I was lucky enough to only to have to wait 6 months for donor embryos through my London clinic and had IVF last June.  After 6 failed IVF attempts using our own eggs and sperm and 2 failed attempts at artificial insemination with donor sperm, I finally got pregnant.  Unfortunately when the pregnancy test was repeated two days later my levels had started dropping and after three weeks from the transfer it was all over.

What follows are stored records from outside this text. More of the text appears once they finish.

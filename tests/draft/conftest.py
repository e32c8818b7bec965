"""Boards to draft for, and the round from a survey to files on the disk."""

from __future__ import annotations

from pathlib import Path

import pytest

from drc_power.draft import Draft, make_draft
from drc_power.intake.tree import tree_of
from drc_power.netlist import Netlist, read_netlist
from drc_power.report.write import write_files
from drc_power.survey import survey_netlist
from drc_power.survey.model import Element, Identity, Rail, Stage, Survey

DEMO = Path(__file__).parents[2] / "fixtures" / "frost-fan" / "rev-c.net"


class Desk:
    """A project folder, and one netlist that is drafted for again and again."""

    def __init__(self, folder: Path, netlist: Netlist, survey: Survey) -> None:
        self.folder, self.netlist, self.survey = folder, netlist, survey

    @property
    def path(self) -> Path:
        return self.folder / "board.power.yaml"

    @property
    def devices(self) -> Path:
        return self.folder / "devices" / "board.yaml"

    def draft(self, write: bool = True) -> Draft:
        draft = make_draft(self.survey, self.netlist, str(self.path))
        if write:
            for path in draft.files:
                Path(path).parent.mkdir(exist_ok=True)
            write_files(draft.files)
        return draft

    def write(self, text: str) -> None:
        self.path.write_bytes(text.encode())

    def tree(self) -> dict:
        return read_tree(self.path)


def read_tree(path: Path) -> dict:
    root, faults = tree_of(path.read_bytes(), str(path))
    assert not faults
    return root


@pytest.fixture
def desk(tmp_path):
    """A desk for the demo board, which stands in the folder as board.net."""
    (tmp_path / "board.net").write_bytes(DEMO.read_bytes())
    netlist = read_netlist(tmp_path / "board.net")
    return Desk(tmp_path, netlist, survey_netlist(netlist))


@pytest.fixture
def demo_folder():
    return DEMO.parent


@pytest.fixture
def desk_for(tmp_path):
    """A desk for a survey and a netlist made by hand."""
    return lambda survey, netlist: Desk(tmp_path, netlist, survey)


@pytest.fixture(name="element")
def _element():
    return element


def element(ref: str, group: str, role: str, from_net: str, to_net: str, control: str | None = None) -> Element:
    return Element(ref, group, role, from_net, to_net, control, 0.8, (f"{role} by hand",))


@pytest.fixture(name="survey_of")
def _survey_of():
    return survey_of


def survey_of(netlist: Netlist, *elements: Element, rails: tuple[Rail, ...] = (), stages: tuple[Stage, ...] = ()) -> Survey:
    roles = {e.ref: e.role for e in elements}
    parts = {ref: Identity(ref, roles.get(ref, "unknown"), 0.8, ()) for ref in netlist.parts}
    return Survey(netlist.path, ("GND",), rails, parts, elements, stages, (), (), ())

My specialist thinks it is an autoimmune problem and is convinced that if he adjusts the pre and post transfer drugs I can achieve a viable pregnancy. We have been waiting for embryos for almost a year and we have still not moved up the list.  I am 42 this year and becoming desperate (again!!!).  We are thinking of going abroad for donor eggs, but I am concerned about being treated abroad, as my specialist knows my rather complicated history and has already decided what drugs I need next time around.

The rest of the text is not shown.